Category Archives: Vance County

Demolish the gas chambers!

Iredell County gas chamber

Iredell County, NC, gas chamber. Photo by Flickr member NCCHE.

A “relatively painless” death can only occur in an environment where sensitivity, compassion and skill combine with efforts to minimize distress and anxiety. By contrast, gas systems take time to kill— during which animals experience distress and anxiety, and can struggle to survive. They can result in animals surviving the gassing, only to suffer even more. And they take longer to kill if animals are young, old, or have respiratory infections, which is common in some shelters. They are designed for the ease of shelter workers, not care and compassion for the animals.–A Call To Ban The Gas Chamber

The good news: Several NC counties, including Person, Johnston and Sampson, have recently announced plans to discontinue or restrict the use  of gas chambers and/or remove them completely. Other NC counties that recently joined the march toward civilized treatment of shelter pets include Brunswick County, where the CO chamber was last used in November 2011, according to inspection reports, and Craven-Pamlico, which ended the use of its chamber on Feb.1, 2012.

But bad news remains: There are still far too many North Carolina counties killing shelter pets in the barbaric contraptions. Fourteen counties still use gas chambers as their primary means of killing shelter pets. Several others have switched primarily to lethal injection but retain the CO chambers for use with wildlife and “dangerous” animals. (Often, feral cats are considered to be in the “dangerous” category, which means the gas chamber still gets used quite a lot in those places.)

The gas chamber has been banned in Arizona, Arkansas, California, Delaware, Florida, Georgia, Illinois, New Jersey, New York, Louisiana, Maine, Maryland, Oregon, Pennsylvania, Rhode Island, Tennessee, Virginia, Washington, West Virginia and Wyoming.
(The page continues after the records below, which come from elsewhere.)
def check_filters(kernel: Kernel | Rig, filters: FilterSet, *, limit_db: float = -40.0,
                  progress=None, workers: int | None = None) -> FilterCheck:
    """Put the filters through a kernel and measure each channel's gain, energy and crosstalk.

    Parameters
    ----------
    kernel : Kernel or Rig
        The rig's coupling (see the module docstring); normally the kernel
        the filters were designed on.  A rig stands for its model kernel
        (:func:`arrayplan.kernels.rig_kernel`).  Element order must be the
        filters'.
    filters : FilterSet
        The filters to check (:func:`arrayplan.filters.design.design_filters`).
    limit_db : float
        Pass/fail limit of the worst in-band crosstalk, dB.
    progress : callable, optional
        ``progress(done, total)`` in bins of the check's grid.
    workers : int, optional
        Threads (FFTs, and chunks of the grid at once); default every core
        this process may use (:data:`arrayplan.filters.transfer.WORKERS`).
        The results do not depend on it.

    Returns
    -------
    FilterCheck
        Per kept channel: gain, energy and crosstalk figures and latency.
    """
    if isinstance(kernel, Rig):
        kernel = rig_kernel(kernel)
    fs, taps = filters.sample_rate_hz, filters.taps
    n_ir = kernel_ir_samples(kernel, fs)
    n_out = n_ir + filters.drive.shape[0] + filters.combine.shape[0] - 2
    plan_hz = filters.plan.axis.hz
    bin_hz = fs / taps
    support = (plan_hz[0] - bin_hz, plan_hz[-1] + bin_hz)          # the design window is 0 on the next bins
    n_fft, fine, fine_hz, edges = check_grid(taps, n_out, fs, filters.band_hz, support)
    kept = list(filters.kept)
    # the planned weights of the nearest design bin at each fine frequency
    nearest = np.clip(np.round((fine_hz - plan_hz[0]) / bin_hz).astype(int), 0, len(plan_hz) - 1)
    worst, diag_c, t_edges = _check_on_grid(kernel_at(kernel, n_fft, fs), filters, n_fft, fine, edges, nearest,
                                            progress, workers)
    gain_err, crosstalk, e_drive, e_combine = worst
    # the design bins in band are every (n_fft / taps)-th fine bin (n_fft is a multiple of taps)
    band_mask = filters.in_band()
    on_bins = np.searchsorted(fine, np.round(plan_hz[band_mask] / (fs / n_fft)).astype(int))
    bin_err = _worst_db(np.abs(diag_c[on_bins]) / filters.plan.singular_values[band_mask][:, kept])
    with np.errstate(divide="ignore"):
        ratio = 20 * np.log10(crosstalk)
    np.fill_diagonal(ratio, np.nan)
    # latency: peak of t_jj from its spectrum over the filters' band (band and transitions)
    full = np.zeros((n_fft // 2 + 1, len(kept)), dtype=complex)
    full[fine], full[edges] = diag_c, t_edges
    latency = np.argmax(np.abs(sp_fft.irfft(full, n=n_fft, axis=0)[:n_out]), axis=0)
    return FilterCheck(tuple(kept), gain_err, ratio, latency, float(limit_db), n_ir, bin_gain_error_db=bin_err,
                       drive_energy_error_db=e_drive, combine_energy_error_db=e_combine, grid_factor=n_fft / taps)


def _check_on_grid(rig_at: Callable[[np.ndarray], np.ndarray], filters: FilterSet, n_fft: int, fine: np.ndarray,
                   edges: np.ndarray, nearest: np.ndarray, progress=None, workers: int | None = None
                   ) -> tuple[list[np.ndarray], np.ndarray, np.ndarray]:
    """The check's figures over the fine grid, chunk by chunk, without keeping the whole T.

    Each chunk of `fine` bins (:func:`arrayplan.filters.transfer.over_bins`)
    takes the rig there, forms T and the reference gains, and keeps only
    its worst figures and the diagonal; the worst over all chunks is the
    worst over the grid.

    Returns
    -------
    worst : list of ndarray
        Worst gain error (n_kept,) dB; worst |T_ij| / |T_ii| where both are
        in use (n_kept, n_kept), a ratio; worst drive and combine energy
        errors (n_kept,) dB.
    diag : ndarray, complex, shape (n_fine, n_kept)
        T_jj at the `fine` bins.
    t_edges : ndarray, complex, shape (n_edge, n_kept)
        T_jj at the `edges`.
    """
    kept = list(filters.kept)
    drive_ref, combine_ref = filters.plan.drive[:, :, kept], filters.plan.combine[:, :, kept]
    used = _in_use(filters, nearest)                              # (n_fine, n_kept)
    d_spec, c_spec, (i_fine, i_edge) = spectra_over(filters.drive, filters.combine, n_fft, fine, edges,
                                                    workers=workers)
    diag_c = np.empty((len(fine), len(kept)), dtype=complex)
    t_edges = np.empty((len(edges), len(kept)), dtype=complex)

    def on_fine(sl: slice, r: np.ndarray) -> list[np.ndarray]:
        d, c = take_bins(d_spec, i_fine, sl), take_bins(c_spec, i_fine, sl)
        t = transfer_matrices(r, d, c)                                  # (n, i, j)
        near = nearest[sl]
        ref = np.abs(np.einsum("fmj,fmj->fj", combine_ref[near], np.matmul(r, drive_ref[near])))
        diag_c[sl] = np.einsum("fjj->fj", t)
        diag = np.abs(diag_c[sl])
        both = used[sl, :, None] & used[sl, None, :]
        with np.errstate(divide="ignore", invalid="ignore"):
            cross = np.max(np.where(both, np.abs(t) / diag[:, :, None], 0.0), axis=0)
        return [_worst_db(diag / ref), cross, _worst_db(np.sum(np.abs(d) ** 2, axis=1), power=True),
                _worst_db(np.sum(np.abs(c) ** 2, axis=1), power=True)]

    def on_edges(sl: slice, r: np.ndarray) -> None:
        t_edges[sl] = np.einsum("fmj,fmj->fj", take_bins(c_spec, i_edge, sl),
                                np.matmul(r, take_bins(d_spec, i_edge, sl)))

    total = len(fine) + len(edges)
    parts = over_bins(rig_at, fine, on_fine, d_spec, c_spec, progress, 0, total, workers)
    over_bins(rig_at, edges, on_edges, d_spec, c_spec, progress, len(fine), total, workers)
    worst = [np.max(np.stack(p), axis=0) for p in zip(*parts)]
    return worst, diag_c, t_edges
As long as the inhumane contraptions, throwbacks to our less-civilized past, remain in use in North Carolina, we will never be able to move forward to a humane future in which shelters will be places where animals’ lives are protected. The gas chambers in NC must be demolished. Even in counties where gas chamber use has ended, having a working chamber onsite means that it can be put back into full-time use again at any time, as it was in Sampson County.

Below is a county-by-county listing of the the places that still use gas chambers and links to contact information for county officials who can change that. I have written a sample letter that can be used as a template for your own letters to these officials. More points to use in a letter can be found in the American Humane Association gas chamber fact sheet.
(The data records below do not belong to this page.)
"""Channels ("communication modes"): the SVD of every coupling matrix.

For each frequency, G = U S V^H with singular values in descending order.
Channel j is driven by the speaker weights ``drive[:, j] = V[:, j]`` and
received by combining the microphones with ``combine[:, j] = conj(U[:, j])``
(output ``y_j = sum_m combine[m, j] p_m = u_j^H p``), so that the channel
matrix ``combine^T G drive`` is diag(s) and the power coupling of channel j
is ``s_j**2``.

Notes
-----
Phase convention.  The SVD leaves one unit phase per channel free
(u_j, v_j) -> (u_j e^{j phi}, v_j e^{j phi}).  arrayplan fixes it so that
the speaker entry of largest magnitude in each drive vector is real and
positive (ties within a relative 1e-6 go to the lowest speaker index).
Channels with equal singular values (degenerate) span a subspace whose
basis the SVD does not fix; any orthonormal basis of it is a valid plan.

Tracking.  With ``track=True``, channels are numbered by their order at the
first frequency and followed from bin to bin: at each bin the new channels
are matched to the previous ones by the largest total overlap
|u_prev^H u_new| + |v_prev^H v_new| (an assignment problem, solved exactly),
then each matched pair is rotated in phase so that v_prev^H v_new +
u_prev^H u_new is real and positive.  Where two singular values cross, the
weights stay continuous and the channel keeps its number, so a tracked
channel's singular value need not be descending across channels.
Strong/effective counts never depend on tracking.
"""

from __future__ import annotations

from dataclasses import dataclass

import numpy as np
from scipy.optimize import linear_sum_assignment

from .coupling import CouplingStack, Kernel
from .frequency import FrequencyAxis

__all__ = ["ChannelSet", "decompose", "decompose_stack", "fix_phase", "track_channels"]

_TIE_RTOL = 1e-6


@dataclass(frozen=True)
class ChannelSet:
    """The channels of a rig at every planned frequency.

    Attributes
    ----------
    axis : FrequencyAxis
    singular_values : ndarray, shape (n_freq, n_chan)
        Amplitude coupling s_j (unit of G, 1/m for the free field).
    drive : ndarray, complex, shape (n_freq, n_spk, n_chan)
        Speaker drive weights, unit-norm columns (V).
    combine : ndarray, complex, shape (n_freq, n_mic, n_chan)
        Microphone combine weights, unit-norm columns (conj U).
    sum_rule : ndarray, shape (n_freq,)
        sum |G_ms|^2, computed from G itself.
    speaker_names, mic_names : tuple of str
    tracked : bool
        True when the channels were tracked across frequency.
    """

    axis: FrequencyAxis
    singular_values: np.ndarray
    drive: np.ndarray
    combine: np.ndarray
    sum_rule: np.ndarray
    speaker_names: tuple[str, ...]
    mic_names: tuple[str, ...]
    tracked: bool = False

    @property
    def n_channels(self) -> int:
        return int(self.singular_values.shape[1])

    @property
    def power_coupling(self) -> np.ndarray:
        """s^2, shape (n_freq, n_chan)."""
        return self.singular_values ** 2

    def share_of_sum_rule(self) -> np.ndarray:
        """s_j^2 / sum |G|^2, shape (n_freq, n_chan)."""
        return self.power_coupling / self.sum_rule[:, None]

    def level_db(self) -> np.ndarray:
        """10 log10(s_j^2 / s_max^2) at each frequency, dB; -inf for a zero channel."""
        p = self.power_coupling
        with np.errstate(divide="ignore"):
            return 10.0 * np.log10(p / p.max(axis=1, keepdims=True))

    def strong_channels(self, threshold_db: float = 3.0) -> np.ndarray:
        """Number of channels within `threshold_db` of the strongest, per frequency."""
        return np.sum(self.level_db() >= -abs(threshold_db) - 1e-12, axis=1)

    def usable_channels(self, snr_db: float = 40.0) -> np.ndarray:
        """Channels above the noise floor when the strongest has an SNR of `snr_db`, per frequency."""
        return np.sum(self.level_db() > -abs(snr_db), axis=1)

    def effective_channels(self) -> np.ndarray:
        """Participation ratio (sum s^2)^2 / sum s^4, per frequency."""
        p = self.power_coupling
        return np.sum(p, axis=1) ** 2 / np.sum(p ** 2, axis=1)

    def channel_matrix(self, g: np.ndarray) -> np.ndarray:
        """``combine^T G drive`` for coupling matrices `g` of shape (n_freq, n_mic, n_spk)."""
        return np.einsum("fmi,fms,fsj->fij", self.combine, g, self.drive)


def fix_phase(u: np.ndarray, v: np.ndarray) -> tuple[np.ndarray, np.ndarray]:
    """Apply the phase convention (see module Notes) to U and V columns.

    Parameters
    ----------
    u : ndarray, shape (..., n_mic, n_chan)
    v : ndarray, shape (..., n_spk, n_chan)

    Returns
    -------
    u, v with each column pair multiplied by the same unit phase.
    """
    mag = np.abs(v)
    near_max = mag >= mag.max(axis=-2, keepdims=True) * (1.0 - _TIE_RTOL)
    pivot = np.argmax(near_max, axis=-2)                       # first near-maximal entry
    ref = np.take_along_axis(v, pivot[..., None, :], axis=-2)  # (..., 1, n_chan)
    rot = np.conj(ref) / np.where(np.abs(ref) > 0, np.abs(ref), 1.0)
    return u * rot, v * rot


def decompose_stack(g: np.ndarray) -> tuple[np.ndarray, np.ndarray, np.ndarray]:
    """Batched SVD with the phase convention.

    Parameters
    ----------
    g : ndarray, complex, shape (n_freq, n_mic, n_spk)

    Returns
    -------
    s : ndarray, shape (n_freq, n_chan), descending
    drive : ndarray, shape (n_freq, n_spk, n_chan)  (V)
    combine : ndarray, shape (n_freq, n_mic, n_chan)  (conj U)
    """
    u, s, vh = np.linalg.svd(g, full_matrices=False)
    v = np.conj(np.swapaxes(vh, -1, -2))
    u, v = fix_phase(u, v)
    return s, v, np.conj(u)


def track_channels(channels: ChannelSet) -> ChannelSet:
    """Order and phase-align channels from bin to bin (see module Notes)."""
    s = channels.singular_values.copy()
    drive = channels.drive.copy()
    combine = channels.combine.copy()
    for f in range(1, s.shape[0]):
        ov_v = np.abs(np.einsum("si,sj->ij", np.conj(drive[f - 1]), drive[f]))
        ov_u = np.abs(np.einsum("mi,mj->ij", combine[f - 1], np.conj(combine[f])))
        rows, cols = linear_sum_assignment(-(ov_u + ov_v))
        order = cols[np.argsort(rows)]
        s[f] = s[f, order]
        drive[f] = drive[f][:, order]
        combine[f] = combine[f][:, order]
        # inner products of previous and new weights, per channel
        c = (np.sum(np.conj(drive[f - 1]) * drive[f], axis=0)
             + np.sum(combine[f - 1] * np.conj(combine[f]), axis=0))
        rot = np.conj(c) / np.where(np.abs(c) > 0, np.abs(c), 1.0)
        drive[f] *= rot
        combine[f] *= np.conj(rot)  # combine = conj(u): u gets rot, so conj(u) gets conj(rot)
    return ChannelSet(channels.axis, s, drive, combine, channels.sum_rule, channels.speaker_names,
                      channels.mic_names, tracked=True)


def decompose(source: Kernel | CouplingStack, axis: FrequencyAxis | None = None, *, chunk_size: int = 64,
              track: bool = False, progress=None) -> ChannelSet:
    """The channels of a kernel (evaluated chunk by chunk) or of a coupling stack.

    Parameters
    ----------
    source : Kernel or CouplingStack
        With a kernel, `axis` is required and at most `chunk_size`
        coupling matrices are held at a time.
    axis : FrequencyAxis, optional
        Frequencies to plan at (default: the stack's own axis).
    chunk_size : int
        Frequencies per batch.
    track : bool
        Track channels across frequency (:func:`track_channels`).
    progress : callable, optional
        Called as ``progress(done, total)`` after each chunk.

    Returns
    -------
    ChannelSet
    """
    if isinstance(source, CouplingStack):
        axis = source.axis if axis is None else axis
    if axis is None:
        raise ValueError("decompose(kernel) needs the frequency axis")
    hz = axis.hz
    n_mic, n_spk = len(source.mic_names), len(source.speaker_names)
    k = min(n_mic, n_spk)
    s = np.empty((len(hz), k))
    drive = np.empty((len(hz), n_spk, k), dtype=complex)
    combine = np.empty((len(hz), n_mic, k), dtype=complex)
    sum_rule = np.empty(len(hz))
    chunk_size = max(1, int(chunk_size))
    for start in range(0, len(hz), chunk_size):
        sl = slice(start, start + chunk_size)
        g = source.evaluate(hz[sl])
        sum_rule[sl] = np.einsum("fms,fms->f", g.real, g.real) + np.einsum("fms,fms->f", g.imag, g.imag)
        s[sl], drive[sl], combine[sl] = decompose_stack(g)
        if progress is not None:
            progress(min(start + chunk_size, len(hz)), len(hz))
    out = ChannelSet(axis, s, drive, combine, sum_rule, tuple(source.speaker_names), tuple(source.mic_names))
    return track_channels(out) if track else out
Ashe County: If there were a “Worst Place in NC for Animals” award, Ashe County would be a nominee. Not only does their pound gas an incredibly high number of animals each year, but their pound director doesn’t care for adoptions, shooting is a standard animal control technique and animal cruelty is considered just one of those thingsAsk Ashe County officials to end the use of and demolish the barbaric gas chamber in their county! Contact information for Ashe County Officials is here. The Ashe County CO chamber was last inspected by NCDA&CS AWS in May 2012.

Alamance County/City of Burlington: Lethal injection is the primary means of killing pets at Burlington Animal Services, but the gas chamber is still used for wildlife and “dangerous” animals. Ask Alamance County/City of Burlington officials to completely end the use of and demolish the barbaric gas chamber! Find contact information here. It appears that the BAS gas chamber has not been inspected by the NCDA&CS Animal Welfare Service since 2009.
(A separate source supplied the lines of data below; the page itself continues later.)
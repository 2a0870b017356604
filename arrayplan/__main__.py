"""``python -m arrayplan`` runs the command line."""

import sys

try:
    from .cli import main
except KeyboardInterrupt:           # Ctrl-C while the interpreter loads the package: no traceback
    sys.stderr.write("arrayplan: interrupted\n")
    sys.exit(130)

sys.exit(main())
Beaufort County: The gas chamber is the primary means of killing animals in Beaufort County. Ask Beaufort County officials to end the use of  and demolish the barbaric gas chamber.  Find contact information here. The Beaufort County pound CO chamber was last inspected by NCDA&CS AWS in March 2012.

Cabarrus County: UPDATE: In July 2013, Cabarrus County accepted a $10,000 grant from HSUS to end its use of the gas chamber. The gas chamber is the primary means of killing animals in Cabarrus County. Ask Cabarrus County officials to end the use of and demolish the barbaric gas chamber in their county. Find contact information here. The CO chamber in Cabarrus County does not appear to have been inspected by NCDA&CS AWS since 2009.

Cleveland County: The gas chamber is the primary means of killing animals in Cleveland County. Ask Cleveland County officials to end the use of and demolish the barbaric gas chamber in their county. Find contact information here. The Cleveland County pound CO chamber was last inspected by NCDA&CS AWS in January 2012.

Davidson County: Davidson County’s gas chamber is one of the most infamous in North Carolina. In 2011, a shelter volunteer told the Davidson County commissioners that he saw “Davidson County Animal Shelter employees laugh as they put a mother cat, her kitten and a raccoon into the same compartment of the shelter’s gas chamber in 2009 and let them fight before they were euthanized.” Then over Thanksgiving weekend in 2011, two Thomasville police officers who were not trained or certified took a dog they had shot and wounded to the closed Davidson pound and killed it in the gas chamber. Despite massive opposition to the gas chamber by Davidson County residents, most county commissioners voted to continue using the barbaric contraption in August 2011. Ask Davidson County officials to end the use of and demolish the barbaric gas chamber in their county. Find contact information here. The Davidson County pound CO chamber does not appear to have been inspected by NCDA&CS AWS since 2009.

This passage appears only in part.